Within 48 hours after total knee arthroplasty (TKA), pain and requirement for analgesic use reduced comparably with perioperative oral Pregabalin and Duloxetine while having no effect on knee mobility, according to a double-blind clinical trial. Researchers compared the impact of Pregabalin and Duloxetine on post-knee arthroplasty pain management. Overall, 60 subjects scheduled for TKA under spinal anesthesia were randomized to Group A (75 mg Pregabalin), Group B (30 mg Duloxetine), and Group C (placebo).
Ninety minutes prior, 12, and 24 hours post-surgery, medications were given.

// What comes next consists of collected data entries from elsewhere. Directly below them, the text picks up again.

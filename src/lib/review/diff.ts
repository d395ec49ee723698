import type { FrozenIon, FrozenRemark, RevisionContent } from './content';

/** One line of "what changed". */
export interface IonChange {
  ionId: number;
  spectrum: number;
  mz: number;
  kind: 'formula' | 'state' | 'reason' | 'added' | 'removed';
  before: { state: FrozenIon['state']; formula: string | null } | null;
  after: { state: FrozenIon['state']; formula: string | null } | null;
}

export interface FactChange {
  /** in words, e.g. "formula of the molecule" */
  what: string;
  before: string;
  after: string;
}

export interface RevisionDiff {
  facts: FactChange[];
  ions: IonChange[];
  /** remarks opened since, and remarks that are no longer open. */
  remarksOpened: FrozenRemark[];
  remarksClosed: FrozenRemark[];
}

const claimOf = ({ state, formula }: FrozenIon) => ({ state, formula });

function ionChange(before: FrozenIon, after: FrozenIon): IonChange | null {
  const kind =
    before.formula !== after.formula
      ? 'formula'
      : before.state !== after.state
        ? 'state'
        : before.reason !== after.reason
          ? 'reason'
          : null;
  if (!kind) return null;
  const { id: ionId, spectrum, mz } = after;
  return { ionId, spectrum, mz, kind, before: claimOf(before), after: claimOf(after) };
}

function ionChanges(before: readonly FrozenIon[], after: readonly FrozenIon[]): IonChange[] {
  const old = new Map(before.map((ion) => [ion.id, ion]));
  const found: IonChange[] = [];
  for (const ion of after) {
    const was = old.get(ion.id);
    old.delete(ion.id);
    const change = was
      ? ionChange(was, ion)
      : {
          ...{ ionId: ion.id, spectrum: ion.spectrum, mz: ion.mz },
          ...{ kind: 'added' as const, before: null, after: claimOf(ion) }
        };
    if (change) found.push(change);
  }
  for (const ion of old.values())
    found.push({
      ...{ ionId: ion.id, spectrum: ion.spectrum, mz: ion.mz },
      ...{ kind: 'removed' as const, before: claimOf(ion), after: null }
    });
  return found.sort((a, b) => a.spectrum - b.spectrum || a.mz - b.mz);
}

const none = '–';
const windowText = (tolerance: RevisionContent['settings']['tolerance']) =>
  tolerance ? `${tolerance.ppm} ppm, at least ${tolerance.mda} mDa` : 'by analyser';

/** Facts and settings in words, in the order in which they are shown. */
function facts({ tree, settings, spectra, run }: RevisionContent): [what: string, value: string][] {
  return [
    ['name', tree.name],
    ['run', run.fileName],
    ['ion type', tree.adduct ?? none],
    ['formula of the molecule', tree.formula ?? none],
    ['formula fixed by a person', tree.formulaFixed ? 'yes' : 'no'],
    ['confidence level', tree.confidenceLevel ?? none],
    ['ion current explained', `${(tree.explained * 100).toFixed(1)} %`],
    ['elements', settings.elements ?? 'usual'],
    ['ion types considered', settings.adducts.join(', ') || 'usual'],
    ['mass window', windowText(settings.tolerance)],
    ['collision energies kept apart', settings.separateEnergies ? 'yes' : 'no'],
    ['number of spectra', String(spectra.length)]
  ];
}

/** What changed from one frozen revision to a later one: facts and settings, claims ion by ion, remarks. */
export function diffRevisions(before: RevisionContent, after: RevisionContent): RevisionDiff {
  const old = new Map(facts(before));
  const openBefore = new Set(before.remarks.map((r) => r.id));
  const openAfter = new Set(after.remarks.map((r) => r.id));
  return {
    facts: facts(after)
      .filter(([what, value]) => old.get(what) !== value)
      .map(([what, value]) => ({ what, before: old.get(what) ?? none, after: value })),
    ions: ionChanges(before.ions, after.ions),
    remarksOpened: after.remarks.filter((r) => !openBefore.has(r.id)),
    remarksClosed: before.remarks.filter((r) => !openAfter.has(r.id))
  };
}

/** Whether nothing changed at all. */
export const isSame = (diff: RevisionDiff): boolean =>
  !diff.facts.length && !diff.ions.length && !diff.remarksOpened.length && !diff.remarksClosed.length;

The WOMAC score six months following surgery, the initial analgesic request time, the postoperative analgesic consumption (intravenous Paracetamol), and the visual analogue scale (VAS) score for pain were also noted.

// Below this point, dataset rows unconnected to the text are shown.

"""The sensors' bands over spectra: published means, and what must rise, fall or be lowest.

Sources, none of them our own: reflectance of canopies by PROSAIL (Jacquemoud et al. 2009) as
packaged in `prosail` 2.0.5; 7,261 spectra of soils, canopies, litter, char and roofs in
`earthlib` 1.1.0; centres of bands in `spyndex` 0.12.0. The worked numbers stand in
`checks.csv`, groups `canopy_model`, `library` and `ordering`.
"""

import csv
import json
import re
from pathlib import Path
from typing import Any

import earthlib
import numpy as np
import prosail
import pytest
import spyndex
from numpy.typing import NDArray

from service.spectral.bands import OLI, SENTINEL_2A, TM, Band
from service.spectral.indices import INDICES
from service.spectral.roles import BandRole
from service.spectral.sensors import SENSORS
from tests.passbands import CANOPY_NM, canopy, through

with (Path(__file__).parent / "checks.csv").open(newline="", encoding="utf-8") as lines:
    CHECKS = {row["id"]: row for row in csv.DictReader(lines)}

MODELS = [row for row in CHECKS.values() if row["group"] == "canopy_model"]
INSTRUMENTS = {
    name: bands for sensor in SENSORS.values() for name, bands in sensor.platforms.items()
}
GROUPS = {
    "lib_soil": ("bare", TM),
    "lib_veg": ("vegetation", TM),
    "lib_npv": ("npv", TM),
    "lib_char": ("burned", TM),
    "lib_built": ("built", TM),
}
PERCENTILES = (5, 50, 95)

every_instrument = pytest.mark.parametrize("bands", INSTRUMENTS.values(), ids=INSTRUMENTS)


def index(name: str, seen: dict[str, Any]) -> NDArray[np.float64]:
    needs = INDICES[name].roles
    bands = {role.value: np.atleast_1d(seen[role.value]) for role in needs}
    return np.asarray(INDICES[name].compute(**bands))


def canopies(bands: tuple[Band, ...], **changed: list[float]) -> dict[str, Any]:
    """The bands over one canopy after the other, one property changed."""
    ((name, values),) = changed.items()
    spectra = np.stack([canopy(**{name: value}) for value in values])
    return through(bands, spectra, CANOPY_NM)


def library(group: str) -> tuple[NDArray[np.float64], NDArray[np.float64]]:
    """Spectra of a group (its rows) and their wavelengths; spectra with empty samples dropped."""
    every = earthlib.full_library
    spectra = np.asarray(every.data, dtype=np.float64)
    chosen = spectra[(every.metadata["LEVEL_2"] == group).to_numpy()]
    wavelengths = 1e3 * np.asarray(every.sensor.band_centers, dtype=np.float64)
    return chosen[(chosen > 0).all(axis=1)], wavelengths


def listed(text: str, name: str) -> list[float]:
    """The numbers that a worked example states after a name: ``NDVI 0.120,0.347``."""
    found = re.search(rf"\b{name} ((?:-?[\d.]+[,/]?)+)", text)
    assert found is not None, name
    return [float(number) for number in re.split("[,/]", found[1].strip(",/"))]


def is_rising(values: NDArray[np.float64]) -> bool:
    return bool((np.diff(values) > 0).all())


@pytest.mark.parametrize("row", MODELS, ids=[row["id"] for row in MODELS])
def test_the_bands_see_of_a_canopy_what_was_worked_out(row: dict[str, str]) -> None:
    worked = json.loads(row["expected"])
    spectrum = canopy(**json.loads(row["input"])["change"])
    seen = through(SENTINEL_2A, spectrum, CANOPY_NM)
    tolerance = float(row["tolerance"])
    assert set(seen) <= set(worked)
    for role, reflectance in seen.items():
        assert reflectance == pytest.approx(worked[role], abs=tolerance)
    for name in ("ndvi", "ndre", "ndmi"):
        assert index(name, seen)[0] == pytest.approx(worked[name.upper()], abs=tolerance)
    ndvi = index("ndvi", through(OLI, spectrum, CANOPY_NM))[0]
    assert ndvi == pytest.approx(worked["NDVI_OLI"], abs=tolerance)


@pytest.mark.parametrize("name", GROUPS)
def test_the_bands_see_of_a_library_of_spectra_what_was_worked_out(name: str) -> None:
    group, bands = GROUPS[name]
    row = CHECKS[name]
    spectra, wavelengths = library(group)
    assert len(spectra) == int(row["input"].split()[0])
    seen = through(bands, spectra, wavelengths)
    tolerance = float(row["tolerance"])
    for role in ("blue", "green", "red", "nir", "swir16", "swir22"):
        (worked,) = listed(row["expected"], role)
        assert seen[role].mean() == pytest.approx(worked, abs=tolerance), role
    spread = re.findall(r"\b([A-Z]+)(?: p5/p50/p95)? (-?\.\d+/-?\.\d+/-?\.\d+)", row["expected"])
    for measure, numbers in spread:
        worked_out = [float(number) for number in numbers.split("/")]
        found = np.percentile(index(measure.lower(), seen), PERCENTILES)
        np.testing.assert_allclose(found, worked_out, rtol=0, atol=tolerance, err_msg=measure)
    assert spread or name == "lib_built"


@every_instrument
def test_more_leaf_area_raises_ndvi_and_saturates(bands: tuple[Band, ...]) -> None:
    seen = canopies(bands, lai=[0.01, 0.5, 1.0, 2.0, 3.0, 4.0, 6.0])
    ndvi = index("ndvi", seen)
    assert is_rising(ndvi)
    assert ndvi[-1] - ndvi[-3] < 0.25 * (ndvi[2] - ndvi[0])
    assert is_rising(-index("ndwi", seen))
    assert is_rising(-index("bsi", seen))
    if bands is SENTINEL_2A:
        np.testing.assert_allclose(
            ndvi, listed(CHECKS["order_lai"]["expected"], "NDVI"), rtol=0, atol=5e-4
        )


def test_more_chlorophyll_raises_the_red_edge_index_while_ndvi_saturates() -> None:
    seen = canopies(SENTINEL_2A, cab=[10.0, 20.0, 40.0, 60.0, 80.0])
    worked = listed(CHECKS["order_cab"]["expected"], "NDRE")
    np.testing.assert_allclose(index("ndre", seen), worked, rtol=0, atol=5e-4)
    assert is_rising(index("ndre", seen))
    ndvi = index("ndvi", seen)
    assert ndvi.max() - ndvi.min() < 0.5 * (worked[-1] - worked[0])
    np.testing.assert_allclose(index("ndmi", seen), index("ndmi", seen)[0], rtol=0, atol=1e-3)


@every_instrument
def test_more_leaf_water_raises_ndmi_and_leaves_ndvi(bands: tuple[Band, ...]) -> None:
    seen = canopies(bands, cw=[0.005, 0.01, 0.02, 0.04])
    assert is_rising(index("ndmi", seen))
    ndvi = index("ndvi", seen)
    assert ndvi.max() - ndvi.min() < 0.004
    if bands is SENTINEL_2A:
        np.testing.assert_allclose(
            index("ndmi", seen), listed(CHECKS["order_cw"]["expected"], "NDMI"), rtol=0, atol=5e-4
        )


@every_instrument
def test_a_canopy_that_ripens_loses_ndvi(bands: tuple[Band, ...]) -> None:
    green, brown = (
        index("ndvi", through(bands, canopy(**changed), CANOPY_NM))[0]
        for changed in ({}, {"cbrown": 1.0, "cab": 5.0})
    )
    assert green > brown + 0.2
    if bands is SENTINEL_2A:
        # "NDVI 0.877 -> 0.619"
        assert (green, brown) == pytest.approx((0.877, 0.619), abs=5e-4)


@every_instrument
def test_wet_soil_is_darker_than_dry_in_every_band(bands: tuple[Band, ...]) -> None:
    # Almost without leaves PROSAIL gives its soil: `psoil` 1 is dry, 0 is wet.
    wet, dry = (through(bands, canopy(lai=0.01, psoil=psoil), CANOPY_NM) for psoil in (0.0, 1.0))
    assert all(wet[role] < dry[role] for role in wet)


@every_instrument
def test_a_healthy_leaf_is_low_in_blue_and_red_higher_in_green_highest_in_near_infrared(
    bands: tuple[Band, ...],
) -> None:
    _, leaf, _ = prosail.run_prospect(1.5, 40.0, 8.0, 0.0, 0.01, 0.009, prospect_version="5")
    seen = through(bands, np.asarray(leaf), CANOPY_NM)
    assert max(seen["blue"], seen["red"]) < seen["green"] < seen["nir"]
    # The plateau of a leaf begins at 0.75 µm; `rededge078` lies on it as well.
    centres = {band.role.value: band.centre_um for band in bands}
    assert 0.75 < centres[max(seen, key=lambda role: seen[role])] < 1.0


@every_instrument
def test_libraries_of_spectra_are_in_the_known_order(bands: tuple[Band, ...]) -> None:
    # Canopies above soils above char in near-infrared, soils rise from blue to 1.6 µm, char
    # is brighter at 2.2 µm than in near-infrared: properties of the spectra, so of any sensor.
    means = {}
    for group in ("bare", "vegetation", "burned"):
        spectra, wavelengths = library(group)
        means[group] = {
            role: seen.mean() for role, seen in through(bands, spectra, wavelengths).items()
        }
    soil, leaves, char = means["bare"], means["vegetation"], means["burned"]
    assert leaves["nir"] > soil["nir"] > char["nir"]
    assert soil["blue"] < soil["green"] < soil["red"] < soil["nir"] < soil["swir16"]
    assert leaves["nir"] > leaves["swir16"] > leaves["swir22"]
    assert char["swir22"] > char["nir"]
    for name, order in (("ndvi", (leaves, soil)), ("nbr", (leaves, char)), ("bsi", (soil, leaves))):
        first, second = (index(name, each)[0] for each in order)
        assert first > second, name


def test_real_water_is_darkest_in_near_infrared() -> None:
    # 120 real Landsat 8 surface reflectances of three classes, in the package `spyndex`.
    samples = spyndex.datasets.open("spectral")
    nir = samples.groupby("class")["SR_B5"].mean()
    assert nir.idxmin() == "Water"
    assert nir["Water"] == pytest.approx(0.0145, abs=0.001)
    water = samples[samples["class"] == "Water"]
    seen = {
        "green": water["SR_B3"].to_numpy(),
        "nir": water["SR_B5"].to_numpy(),
        "swir16": water["SR_B6"].to_numpy(),
    }
    assert (index("ndwi", seen) > 0).all()
    assert (index("mndwi", seen) > 0).all()


SPYNDEX_PLATFORMS = {
    "sentinel-2a": "sentinel2a",
    "sentinel-2b": "sentinel2b",
    "landsat-4": "landsat4",
    "landsat-5": "landsat5",
    "landsat-7": "landsat7",
    "landsat-8": "landsat8",
    "landsat-9": "landsat9",
}


def published_bands(platform: str) -> dict[str, Any]:
    """By common name the bands that the package lists for a platform."""
    attribute = SPYNDEX_PLATFORMS[platform]
    return {
        band.common_name: getattr(band, attribute)
        for band in spyndex.bands.values()
        if hasattr(band, attribute)
    }


@pytest.mark.parametrize("platform", SPYNDEX_PLATFORMS)
def test_the_centres_and_numbers_of_bands_are_those_of_another_table(platform: str) -> None:
    published = published_bands(platform)
    for band in INSTRUMENTS[platform]:
        # The package files the narrow band of OLI under `nir08` and TM's heat under `lwir`.
        others = {BandRole.NIR: "nir08", BandRole.LWIR11: "lwir"}
        listed_as = published.get(band.role.value) or published[others[band.role]]
        number = re.sub(r"^(?:[SR]R_|ST_)?B0?", "B", band.name)
        assert listed_as.band == number
        # The package rounds Landsat's limits to 0.01 µm before it takes the middle.
        nearest = 3.0 if platform.startswith("landsat") else 1.0
        assert 1e3 * band.centre_um == pytest.approx(listed_as.wavelength, abs=nearest)
        assert 1e3 * band.width_um == pytest.approx(listed_as.bandwidth, abs=8.0)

In comparison with the placebo, groups A and B illustrated considerably reduced VAS scores and analgesic intake 48 hours after TKA. Groups A and B had lengthier first analgesic request times than group C. Although the differences were statistically important, it is most likely that they are not clinically important. Before and six months after arthroplasty, there was no inter-group difference in WOMAC scores. Thus, Pregabalin and Duloxetine administration in TKA considerably reduces postoperative pain score and analgesic intake.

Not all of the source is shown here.